Collected data:
........

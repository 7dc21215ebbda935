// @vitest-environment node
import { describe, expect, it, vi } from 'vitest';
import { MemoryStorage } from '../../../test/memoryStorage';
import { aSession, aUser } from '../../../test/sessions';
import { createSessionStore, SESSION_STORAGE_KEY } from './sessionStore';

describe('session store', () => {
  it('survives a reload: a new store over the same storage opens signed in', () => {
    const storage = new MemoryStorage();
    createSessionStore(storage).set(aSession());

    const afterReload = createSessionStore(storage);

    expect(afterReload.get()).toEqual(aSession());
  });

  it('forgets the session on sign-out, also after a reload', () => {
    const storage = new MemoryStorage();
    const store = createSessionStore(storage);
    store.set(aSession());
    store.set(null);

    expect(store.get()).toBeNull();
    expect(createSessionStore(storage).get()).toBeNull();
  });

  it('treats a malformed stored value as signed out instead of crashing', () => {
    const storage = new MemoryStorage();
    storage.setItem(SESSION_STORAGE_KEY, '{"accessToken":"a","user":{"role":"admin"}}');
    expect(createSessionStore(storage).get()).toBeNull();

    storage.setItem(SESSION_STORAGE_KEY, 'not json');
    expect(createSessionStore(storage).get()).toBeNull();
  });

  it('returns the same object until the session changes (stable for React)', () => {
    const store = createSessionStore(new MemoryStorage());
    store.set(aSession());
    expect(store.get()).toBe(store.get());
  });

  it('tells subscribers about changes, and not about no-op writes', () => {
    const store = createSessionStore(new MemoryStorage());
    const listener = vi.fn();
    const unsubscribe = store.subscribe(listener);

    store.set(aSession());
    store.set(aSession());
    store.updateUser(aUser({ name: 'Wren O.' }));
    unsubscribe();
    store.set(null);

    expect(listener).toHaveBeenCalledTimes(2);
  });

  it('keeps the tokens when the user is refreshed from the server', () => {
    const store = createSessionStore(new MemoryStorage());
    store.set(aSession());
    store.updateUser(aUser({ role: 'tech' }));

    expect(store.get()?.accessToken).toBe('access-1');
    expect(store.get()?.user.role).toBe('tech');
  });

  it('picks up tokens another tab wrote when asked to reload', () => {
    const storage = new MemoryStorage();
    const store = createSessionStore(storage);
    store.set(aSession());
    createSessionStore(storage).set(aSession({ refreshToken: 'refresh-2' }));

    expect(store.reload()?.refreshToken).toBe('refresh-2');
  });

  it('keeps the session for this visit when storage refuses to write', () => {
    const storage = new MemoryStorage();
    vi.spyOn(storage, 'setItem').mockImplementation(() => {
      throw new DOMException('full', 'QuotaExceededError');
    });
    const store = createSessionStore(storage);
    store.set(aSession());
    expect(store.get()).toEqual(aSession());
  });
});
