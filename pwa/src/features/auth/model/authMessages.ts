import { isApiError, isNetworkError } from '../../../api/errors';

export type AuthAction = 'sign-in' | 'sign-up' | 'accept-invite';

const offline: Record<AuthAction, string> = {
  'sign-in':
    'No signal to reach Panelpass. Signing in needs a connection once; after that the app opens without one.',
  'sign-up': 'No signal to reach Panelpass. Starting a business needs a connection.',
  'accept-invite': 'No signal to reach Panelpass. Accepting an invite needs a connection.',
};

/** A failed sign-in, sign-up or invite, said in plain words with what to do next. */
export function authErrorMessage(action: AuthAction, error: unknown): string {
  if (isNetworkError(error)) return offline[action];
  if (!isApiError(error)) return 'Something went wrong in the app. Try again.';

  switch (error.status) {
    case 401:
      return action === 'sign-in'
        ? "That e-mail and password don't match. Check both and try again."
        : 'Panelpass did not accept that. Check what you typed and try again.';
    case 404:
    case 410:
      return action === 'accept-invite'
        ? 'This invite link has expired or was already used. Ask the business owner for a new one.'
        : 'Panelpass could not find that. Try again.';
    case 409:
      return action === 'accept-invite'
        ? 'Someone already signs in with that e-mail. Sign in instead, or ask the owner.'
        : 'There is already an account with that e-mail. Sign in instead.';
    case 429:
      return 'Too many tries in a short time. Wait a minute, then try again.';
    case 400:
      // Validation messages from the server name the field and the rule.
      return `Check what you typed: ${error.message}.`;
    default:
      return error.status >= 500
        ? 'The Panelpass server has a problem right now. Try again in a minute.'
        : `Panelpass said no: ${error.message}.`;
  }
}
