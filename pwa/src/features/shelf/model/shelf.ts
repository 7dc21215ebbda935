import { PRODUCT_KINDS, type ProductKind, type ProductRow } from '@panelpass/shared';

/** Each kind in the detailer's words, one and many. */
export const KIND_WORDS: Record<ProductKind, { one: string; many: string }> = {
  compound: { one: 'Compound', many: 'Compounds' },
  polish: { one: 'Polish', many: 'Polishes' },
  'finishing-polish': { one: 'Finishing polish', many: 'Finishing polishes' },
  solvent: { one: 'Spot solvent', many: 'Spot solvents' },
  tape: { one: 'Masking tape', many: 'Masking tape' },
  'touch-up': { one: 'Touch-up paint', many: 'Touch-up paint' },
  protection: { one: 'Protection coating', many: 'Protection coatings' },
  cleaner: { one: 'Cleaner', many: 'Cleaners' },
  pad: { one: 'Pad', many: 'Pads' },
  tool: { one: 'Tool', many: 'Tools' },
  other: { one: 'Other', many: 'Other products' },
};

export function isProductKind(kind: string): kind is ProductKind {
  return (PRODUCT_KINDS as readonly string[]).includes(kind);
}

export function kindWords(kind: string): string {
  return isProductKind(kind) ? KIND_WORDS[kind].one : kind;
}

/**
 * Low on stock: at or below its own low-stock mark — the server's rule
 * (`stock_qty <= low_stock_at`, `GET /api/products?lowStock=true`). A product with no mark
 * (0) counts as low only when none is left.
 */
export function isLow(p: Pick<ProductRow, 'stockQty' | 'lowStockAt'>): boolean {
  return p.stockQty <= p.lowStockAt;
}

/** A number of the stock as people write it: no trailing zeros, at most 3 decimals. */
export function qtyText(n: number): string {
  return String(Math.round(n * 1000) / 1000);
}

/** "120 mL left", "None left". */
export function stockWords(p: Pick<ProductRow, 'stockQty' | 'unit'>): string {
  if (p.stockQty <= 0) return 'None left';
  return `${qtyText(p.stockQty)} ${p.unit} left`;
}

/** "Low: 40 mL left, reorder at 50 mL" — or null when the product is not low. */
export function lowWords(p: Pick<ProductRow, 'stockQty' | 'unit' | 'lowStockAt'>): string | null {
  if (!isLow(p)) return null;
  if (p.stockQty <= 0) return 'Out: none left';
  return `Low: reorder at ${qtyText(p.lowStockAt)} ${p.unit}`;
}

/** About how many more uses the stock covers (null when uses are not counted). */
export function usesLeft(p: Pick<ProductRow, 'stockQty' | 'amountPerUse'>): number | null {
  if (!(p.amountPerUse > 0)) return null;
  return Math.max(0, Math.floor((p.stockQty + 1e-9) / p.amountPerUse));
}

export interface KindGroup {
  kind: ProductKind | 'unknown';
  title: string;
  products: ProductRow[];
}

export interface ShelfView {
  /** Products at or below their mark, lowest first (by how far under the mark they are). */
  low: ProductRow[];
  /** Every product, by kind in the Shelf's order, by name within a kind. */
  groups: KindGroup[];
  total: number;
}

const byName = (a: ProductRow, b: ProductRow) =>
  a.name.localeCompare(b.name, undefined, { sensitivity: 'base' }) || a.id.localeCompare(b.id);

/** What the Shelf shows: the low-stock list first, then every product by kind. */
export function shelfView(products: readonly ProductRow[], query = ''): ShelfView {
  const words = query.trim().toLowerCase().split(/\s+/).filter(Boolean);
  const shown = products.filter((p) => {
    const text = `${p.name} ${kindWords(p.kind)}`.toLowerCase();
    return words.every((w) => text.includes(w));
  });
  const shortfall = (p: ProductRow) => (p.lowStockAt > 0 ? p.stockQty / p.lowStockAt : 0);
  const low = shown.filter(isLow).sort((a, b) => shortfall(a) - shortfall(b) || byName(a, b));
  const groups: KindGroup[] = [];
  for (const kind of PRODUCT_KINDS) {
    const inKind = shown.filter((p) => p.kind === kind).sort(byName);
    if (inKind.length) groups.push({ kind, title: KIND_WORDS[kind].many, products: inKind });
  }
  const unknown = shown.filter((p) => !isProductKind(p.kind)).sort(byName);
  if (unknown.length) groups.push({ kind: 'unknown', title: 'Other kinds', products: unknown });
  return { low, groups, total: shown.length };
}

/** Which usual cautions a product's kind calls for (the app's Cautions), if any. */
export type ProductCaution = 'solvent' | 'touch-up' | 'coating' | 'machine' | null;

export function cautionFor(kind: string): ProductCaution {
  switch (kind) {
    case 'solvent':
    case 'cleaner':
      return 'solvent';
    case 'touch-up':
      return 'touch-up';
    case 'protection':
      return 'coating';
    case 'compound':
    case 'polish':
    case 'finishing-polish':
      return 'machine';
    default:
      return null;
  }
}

........

> [Goal of the exercise] Only the number should be given: how many lines in the entries above contain the string "signed"?

> [Task response] 2